Era un libro de gran formato que hablaba de personajes y hechos históricos y literarios: los faraones, el caballo de Troya, Leonardo da Vinci, Cristóbal Colón…
Cada historia o personaje se presentaba de dos formas. En una página había un texto formal, poco o nada infantil, que yo nunca me leía. Y en la página siguiente se contaba la historia en viñetas de cómic, con unos versitos ripiosos que eran la monda:
El libro lo leíamos y releíamos y lo manoseábamos de tal manera que lo recuerdo bastante descuajaringado.Cuando pasó el tiempo y nos hicimos mayorcillos, cometimos la insensatez de regalar el libro –que era cosa de críos- a unos primillos nuestros que también se habían prendado de él. Y después, más sensata y menos adolescente, me acordé de ese libro infinidad de veces, arrepintiéndome, por supuesto, de haberme deshecho de él.
Pero no nos echemos a llorar.Hace unos años, paseando por Sevilla, me paré ante el gran escaparate de una librería. No es que me parara voluntariamente a mirar los libros. Es que me quedé parada por la sorpresa. Porque conforme me acercaba a la librería, y sin tener intención de detenerme, vi, en la parte más alta del escaparate, el libro que tanto había añorado.
Allí estaban, Don Quijote y Sancho, con ese trazo de dibujo animado y esos colores que tanto me atraían de pequeña, llamándome desde la portada del libro. Emocionada y asombrada entré en la librería y pedí el libro.
El dependiente me lo trajo y cuando lo tuve en mis manos me sentí retroceder en el tiempo, recuperar una sensación muy definida.

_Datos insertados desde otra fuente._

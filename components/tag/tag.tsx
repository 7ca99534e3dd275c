import clsx from 'clsx';
import type { CSSProperties, ReactNode } from 'react';

export type TagSize = 'board' | 'card' | 'small';

interface TagProps {
  /** The tag's code, such as `A27`. */
  code: string;
  /** One quiet line below the code. */
  line?: ReactNode;
  size?: TagSize;
  /** Hangs on a peg of the wall; otherwise it lies flat. */
  hangs?: boolean;
  /** Height of the code's capitals as a CSS length, where the size's own is not enough. */
  capHeight?: string;
  className?: string;
}

/** Sets the height of the capitals; a custom property is not part of React's own style type. */
function capStyle(capHeight: string | undefined): CSSProperties | undefined {
  return capHeight === undefined ? undefined : ({ '--tag-cap': capHeight } as CSSProperties);
}

/** The manila tag: one tool at one meet. The same shape on paper, phone, bench and board. */
export function Tag({ code, line, size = 'card', hangs = false, capHeight, className }: TagProps) {
  return (
    <div
      className={clsx('tag', `tag-${size}`, hangs && 'tag-hangs', className)}
      style={capStyle(capHeight)}
    >
      <div className="tag-paper ground-manila">
        <span className="tag-ring" aria-hidden="true" />
        <span className="tag-code font-code font-bold">{code}</span>
        {line !== undefined && <span className="tag-line text-fore-quiet">{line}</span>}
      </div>
      {hangs && <span className="tag-peg" aria-hidden="true" />}
    </div>
  );
}

/** The code alone in the tag's type, for a page that is itself the tag. */
export function TagCode({ code, className }: { code: string; className?: string }) {
  return <span className={clsx('tag-code font-code block font-bold', className)}>{code}</span>;
}

/** A whole phone page as one tag; put it on `Pegboard`, on `ground-signal` or on chalk. */
export function TagPage({
  children,
  hangs = false,
  className,
}: {
  children: ReactNode;
  hangs?: boolean;
  className?: string;
}) {
  return (
    <div className={clsx('tag tag-page', hangs && 'tag-hangs', className)}>
      <div className="tag-paper ground-manila">
        <span className="tag-ring" aria-hidden="true" />
        {children}
      </div>
      {hangs && <span className="tag-peg" aria-hidden="true" />}
    </div>
  );
}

Por un instante creí volver a mi habitación infantil y a las horas que pasé aprendiendo historia y literatura, creyendo que simplemente me estaba divirtiendo con un tebeo.
El librero me dijo que ese libro era una maravilla, que tenía un gran valor pedagógico y que era muy atractivo para los niños. Yo le dije que lo sabía porque conocía el libro muy bien. Le conté la historia a grandes rasgos y creo que el buen señor se emocionó y todo.
Pagué el libro y me lo llevé en brazos como si temiera perderlo otra vez, y deseando volver a mi ciudad para enseñárselo a mi hermano.
Y ahí está, lo veo mientras escribo esto, y aunque obviamente no es el mismo ejemplar que tuvimos de pequeños, para mí es como si lo fuera. El otro, el original, tendría un valor sentimental inmenso, claro está, pero este también lo tiene, por su poder de evocación. Y además representa la capacidad de revivir sensaciones que puede tener un objeto, y la magia que hay en recuperar, de forma totalmente inesperada, sorpresiva y casual, algo que habíamos dado por perdido para siempre.